Усталых, потерявших надежду, безвольных людей сопровождали всего пятеро охранников и два штатских - старший и младший приоры, которые должны были оформить процедуру купли-продажи.
Такайре не хотелось 'светиться'. Они только ушли от одной погони, чтобы ввязываться в следующую заварушку. Но от вида черных кругов у него темнело перед глазами, и смыть морок могла только кровь. Много крови. Он сделал знак своим спутникам спешиться, и медленно пошел на охранников, на ходу вытаскивая кийт. Узкий клинок радостно заблестел на солнце.
- Стой! - окликнул его офицер и повелительно махнул рукой.

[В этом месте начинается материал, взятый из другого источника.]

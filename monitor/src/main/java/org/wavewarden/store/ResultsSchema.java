package org.wavewarden.store;

import org.flywaydb.core.Flyway;
import org.flywaydb.core.api.output.MigrateResult;

import javax.sql.DataSource;

/** Applies the versioned results schema (sql/results in the repository) with Flyway; safe to run again. */
public final class ResultsSchema {

    private ResultsSchema() {
    }

    public static MigrateResult migrate(DataSource ds, String schema) {
        return flyway(ds, schema).migrate();
    }

    /**
     * How many versions of the results schema this build has that the database lacks; all of them when the schema
     * was never made. Zero for a schema a reader of it (the console) can use as it is; nothing is changed.
     */
    public static int pending(DataSource ds, String schema) {
        return flyway(ds, schema).info().pending().length;
    }

    private static Flyway flyway(DataSource ds, String schema) {
        return Flyway.configure()
                .dataSource(ds)
                .schemas(schema)
                .defaultSchema(schema)
                .createSchemas(true)
                .locations("classpath:db/results")
                .table("schema_history")
                .load();
    }
}
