package org.wavewarden.compare.rank;

import java.util.Arrays;
import org.wavewarden.profile.NumericDistribution;

/**
 * The multiset of all differences current_i - baseline_j, held implicitly by the two frequency tables.
 *
 * <p>For a fixed current value the differences fall as the baseline value rises, so the pairs with a difference
 * at most d form a suffix of the baseline table whose start only moves forward as the current value rises: one
 * merge counts them in O(k1 + k2). The k-th smallest difference is found by bisection on d until the bracket holds
 * few enough distinct cells to list and sort (a rank-selection scheme in the spirit of Johnson &amp; Mizoguchi 1978
 * for X + Y), so n1 * n2 pairs are never formed.
 */
final class PairwiseDifferences {

    private final NumericDistribution baseline;
    private final NumericDistribution current;
    /** suffixWeight[j]: baseline observations at index j and above. */
    private final long[] suffixWeight;
    private final long pairs;
    private final int listLimit;

    PairwiseDifferences(NumericDistribution baseline, NumericDistribution current) {
        this.baseline = baseline;
        this.current = current;
        int kb = baseline.size();
        suffixWeight = new long[kb + 1];
        for (int j = kb - 1; j >= 0; j--) {
            suffixWeight[j] = suffixWeight[j + 1] + baseline.count(j);
        }
        pairs = Math.multiplyExact(baseline.n(), current.n());
        // one difference value spans at most min(k1, k2) cells, so a bracket that narrow always fits the list
        listLimit = 4 * (kb + current.size()) + 64;
    }

    long pairs() {
        return pairs;
    }

    double min() {
        return current.value(0) - baseline.value(baseline.size() - 1);
    }

    double max() {
        return current.value(current.size() - 1) - baseline.value(0);
    }

    /** Number of pairs (with multiplicity) whose difference is at most d. */
    long countAtMost(double d) {
        long total = 0;
        int p = 0;
        int kb = baseline.size();
        for (int i = 0; i < current.size(); i++) {
            double c = current.value(i);
            while (p < kb && c - baseline.value(p) > d) {
                p++;
            }
            total += current.count(i) * suffixWeight[p];
        }
        return total;
    }

    /** Number of distinct (value, value) cells whose difference is at most d. */
    private long cellsAtMost(double d) {
        long total = 0;
        int p = 0;
        int kb = baseline.size();
        for (int i = 0; i < current.size(); i++) {
            double c = current.value(i);
            while (p < kb && c - baseline.value(p) > d) {
                p++;
            }
            total += kb - p;
        }
        return total;
    }

    /** The k-th smallest difference, k from 1 to pairs(). */
    double kthSmallest(long k) {
        if (k < 1 || k > pairs) {
            throw new IllegalArgumentException("k must lie in [1, " + pairs + "], was " + k);
        }
        double lo = Math.nextDown(min()); // countAtMost(lo) = 0 < k
        double hi = max(); // countAtMost(hi) = pairs >= k
        long belowLo = 0;
        long cellsLo = 0;
        long cellsHi = (long) baseline.size() * current.size();
        while (cellsHi - cellsLo > listLimit) {
            double mid = 0.5 * lo + 0.5 * hi;
            if (!(mid > lo && mid < hi)) {
                break; // adjacent doubles: the bracket holds one difference value only
            }
            long atMost = countAtMost(mid);
            if (atMost >= k) {
                hi = mid;
                cellsHi = cellsAtMost(mid);
            } else {
                lo = mid;
                belowLo = atMost;
                cellsLo = cellsAtMost(mid);
            }
        }
        return selectInBracket(lo, hi, k - belowLo);
    }

    /** Lists the cells with lo < difference <= hi and picks the one holding the rank-th pair among them. */
    private double selectInBracket(double lo, double hi, long rank) {
        int kb = baseline.size();
        int size = (int) Math.min(Integer.MAX_VALUE - 8, cellsAtMost(hi) - cellsAtMost(lo));
        double[] diffs = new double[size];
        long[] weights = new long[size];
        int filled = 0;
        int pHi = 0;
        int pLo = 0;
        for (int i = 0; i < current.size(); i++) {
            double c = current.value(i);
            while (pHi < kb && c - baseline.value(pHi) > hi) {
                pHi++;
            }
            while (pLo < kb && c - baseline.value(pLo) > lo) {
                pLo++;
            }
            for (int j = pHi; j < pLo; j++) {
                diffs[filled] = c - baseline.value(j);
                weights[filled] = current.count(i) * baseline.count(j);
                filled++;
            }
        }
        Integer[] order = new Integer[filled];
        for (int t = 0; t < filled; t++) {
            order[t] = t;
        }
        Arrays.sort(order, (a, b) -> Double.compare(diffs[a], diffs[b]));
        long seen = 0;
        for (Integer t : order) {
            seen += weights[t];
            if (seen >= rank) {
                return diffs[t];
            }
        }
        throw new IllegalStateException("rank " + rank + " not found in bracket (" + lo + ", " + hi + "]");
    }
}
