package org.wavewarden.deliver.html;

import org.wavewarden.deliver.FindingsReport;

import java.util.List;
import java.util.Objects;

/**
 * One judged wave in the HTML digest: its report (for the header and the verdict counts) and the alerts to show.
 * The digest shows the alerts in the project's reading order whatever order they are given in.
 *
 * @param report the wave's findings report
 * @param alerts the alerts to show, one per event, usually those {@link org.wavewarden.deliver.Alerts#group} makes
 */
public record WaveSection(FindingsReport report, List<AlertView> alerts) {

    public WaveSection {
        Objects.requireNonNull(report, "report");
        alerts = List.copyOf(alerts);
    }
}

Сразу два арбалета были наведены на цель. Знакомый холодок в груди - взятый прицел - заставил Такайру улыбнуться. Над ухом раздался свист. Один из держащих арбалет начал заваливаться назад. Из его горла торчала, мелко дрожа, стрела - Вок, чуть ранее скрывшийся в зарослях, был стар, но хваленой своей меткости не потерял. Второго арбалетчика с глухим стуком в висок настиг камень, пущенный из пращи Дарины. Толстушка радостно вскрикнула, когда солдат упал, как подкошенный. Такайра не обращал на них внимания. Его движения казались размазанными - так быстро он двигался, и кийт жадно вкусил крови оставшихся солдат. Оба приора позорно скрылись в лесу, но Коршун настиг их легко, ибо не бежал - летел на стремительных крыльях собственной ярости, и ног под собой не чуял. С чувством глубокого удовлетворения он выпотрошил их карманы, прихватил ключ от цепи и вернулся на дорогу - следовало спешить, пока она была пуста. Вышел из зарослей, кинул ключ Малышу.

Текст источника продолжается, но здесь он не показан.